───── Source data

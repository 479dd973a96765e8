/** How far a figure may be trusted, in words. */
import type { Status } from '../../core/api.ts';

export const statusWords: Readonly<Record<Status, string>> = {
  published: 'published',
  'common-practice': 'common practice, no source',
  'from-memory': 'from memory, confirm against the text',
};
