/** The findings, worst first; arrow keys walk through them, Enter opens. */
import Box from '@mui/material/Box';
import Button from '@mui/material/Button';
import { type KeyboardEvent, type ReactElement, useEffect, useRef, useState } from 'react';
import { useOpenJob } from '../../state/openJob.ts';
import { FindingItem } from './FindingItem.tsx';
import { drawnParts, type ListedFinding } from './findingList.ts';
import { stepIn } from './walkRows.ts';

/** How many are told in full on the first screen. */
const IN_FULL = 5;
/** How many stand in the list until more are asked for: a large job can have thousands. */
const AT_A_TIME = 150;

export interface FindingListProps {
  readonly shown: readonly ListedFinding[];
  readonly openKey: string | null;
  readonly onOpen: (key: string | null) => void;
  readonly onMade: () => void;
}

export function FindingList({ shown, openKey, onOpen, onMade }: FindingListProps): ReactElement {
  const list = useRef<HTMLOListElement>(null);
  const [most, setMost] = useState(AT_A_TIME);
  const openAt = shown.findIndex(({ key }) => key === openKey);
  const part = shown.slice(0, Math.max(most, openAt + 1));

  // Whoever comes back to the stage finds what was open; what is opened here is in sight already.
  useEffect(() => {
    list.current?.querySelector('[data-finding][aria-expanded="true"]')?.scrollIntoView({ block: 'nearest' });
  }, []);

  const walk = (event: KeyboardEvent): void => stepIn(event, list.current, '[data-finding]');

  const toggle = ({ key, finding }: ListedFinding): void => {
    const { job, light } = useOpenJob.getState();
    const opens = openKey !== key;
    light(opens ? drawnParts(job, finding.parts) : []);
    onOpen(opens ? key : null);
  };

  return (
    <>
      <Box
        component="ol"
        ref={list}
        aria-label="Findings, worst first"
        onKeyDown={walk}
        sx={{ m: 0, p: 0, listStyle: 'none', containerType: 'inline-size', borderBottom: '1px solid var(--hair)' }}
      >
        {part.map((one, index) => (
          <FindingItem
            key={one.key}
            listed={one}
            full={index < IN_FULL}
            open={one.key === openKey}
            onToggle={() => toggle(one)}
            onMade={onMade}
          />
        ))}
      </Box>
      {part.length < shown.length && (
        <Button onClick={() => setMost(most + AT_A_TIME)}>Show more: {shown.length - part.length} are not shown</Button>
      )}
    </>
  );
}
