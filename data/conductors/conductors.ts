/** The conductor tables, parsed once from the rows beside this file. */
import type {
  CircularMilConstant,
  ConductorTables,
  Figure,
  MetricResistanceRow,
  UsResistanceRow,
} from '../../core/api.ts';
import { Defect } from '../../core/api.ts';
import { readRows } from '../chemistry/rows.ts';
import { iecLand, isoMarine, usLand, usMarine } from './ampacities.ts';
import autoCsv from './auto-areas.csv?raw';
import circularMilCsv from './circular-mil-constants.csv?raw';
import { constant } from './constants.ts';
import { basisOf, figureOf, optionalFigure, sizeOf, sources } from './figures.ts';
import iec60228Csv from './iec60228-resistance.csv?raw';
import usResistanceCsv from './nec-ch9-table8.csv?raw';
import saeCsv from './sae-areas.csv?raw';
import tinnedCsv from './tinned-conductivity.csv?raw';
import { withstand } from './withstand.ts';

const metricResistance: readonly MetricResistanceRow[] = readRows('iec60228-resistance.csv', iec60228Csv).map(
  (row) => ({
    areaMm2: row.number('areaMm2'),
    class1Plain: optionalFigure(row, 'class1Plain'),
    class1Tinned: optionalFigure(row, 'class1Tinned'),
    class2Plain: optionalFigure(row, 'class2Plain'),
    class2Tinned: optionalFigure(row, 'class2Tinned'),
    class5Plain: optionalFigure(row, 'class5Plain'),
    class5Tinned: optionalFigure(row, 'class5Tinned'),
    aluminium: optionalFigure(row, 'aluminium'),
  }),
);

const usResistance: readonly UsResistanceRow[] = readRows('nec-ch9-table8.csv', usResistanceCsv).map((row) => ({
  size: sizeOf(row),
  areaCmil: row.number('areaCmil'),
  wires: row.number('wires'),
  construction: row.oneOf('construction', ['solid', 'stranded']),
  plain: figureOf(row, 'plain'),
  coated: figureOf(row, 'coated'),
  aluminium: figureOf(row, 'aluminium'),
}));

const circularMilConstants: readonly CircularMilConstant[] = readRows('circular-mil-constants.csv', circularMilCsv).map(
  (row) => ({ metal: row.oneOf('metal', ['copper', 'aluminium']), use: row.text('use'), k: figureOf(row, 'k') }),
);

export const conductors: ConductorTables = {
  metals: {
    copper: { resistivityOhmMm2PerM: constant('copper-resistivity'), alphaPerK: constant('copper-alpha') },
    aluminium: { resistivityOhmMm2PerM: constant('aluminium-resistivity'), alphaPerK: constant('aluminium-alpha') },
  },
  layFactor: constant('lay-factor'),
  tinned: readRows('tinned-conductivity.csv', tinnedCsv).map((row) => ({
    fromMm: row.number('fromMm'),
    toMm: row.number('toMm'),
    conductivity: figureOf(row, 'conductivity'),
  })),
  flexibleWireMm: constant('flexible-wire'),
  awgFormula: { source: 'SRC-ASTM-B258', text: sources.get('SRC-ASTM-B258') ?? '', status: 'published' },
  metricNominal: {
    source: 'SRC-IEC60228',
    text: `${sources.get('SRC-IEC60228') ?? ''}, nominal area`,
    status: 'published',
  },
  metricResistance,
  usResistance,
  saeAreaCmil: saeAreas(),
  autoAreaMm2: autoAreas(),
  circularMilConstants,
  usLand,
  usMarine,
  isoMarine,
  iecLand,
  defaultInsulationDegC: {
    'us-land': constant('us-land-insulation'),
    'us-marine': constant('us-marine-insulation'),
    'iso-marine': constant('iso-marine-insulation'),
    'iec-land': constant('iec-land-insulation'),
  },
  engineSpaceDegC: constant('engine-space'),
  withstand,
};

function saeAreas(): ReadonlyMap<number, Figure> {
  const areas = new Map<number, Figure>();
  for (const row of readRows('sae-areas.csv', saeCsv)) {
    const size = sizeOf(row);
    if (size.system !== 'sae') throw new Defect('the SAE table holds SAE sizes');
    areas.set(size.gauge, { value: row.number('areaCmil'), basis: basisOf(row) });
  }
  return areas;
}

function autoAreas(): ReadonlyMap<number, Figure> {
  const areas = new Map<number, Figure>();
  for (const row of readRows('auto-areas.csv', autoCsv)) {
    const size = sizeOf(row);
    if (size.system !== 'auto') throw new Defect('the auto table holds auto sizes');
    areas.set(size.outsideDiameterMm, { value: row.number('areaMm2'), basis: basisOf(row) });
  }
  return areas;
}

──────────

#### Task instructions:
Pull every line containing "MetricResistanceRow" out of the material and copy it.

#### Exercise result:
  MetricResistanceRow,
const metricResistance: readonly MetricResistanceRow[] = readRows('iec60228-resistance.csv', iec60228Csv).map(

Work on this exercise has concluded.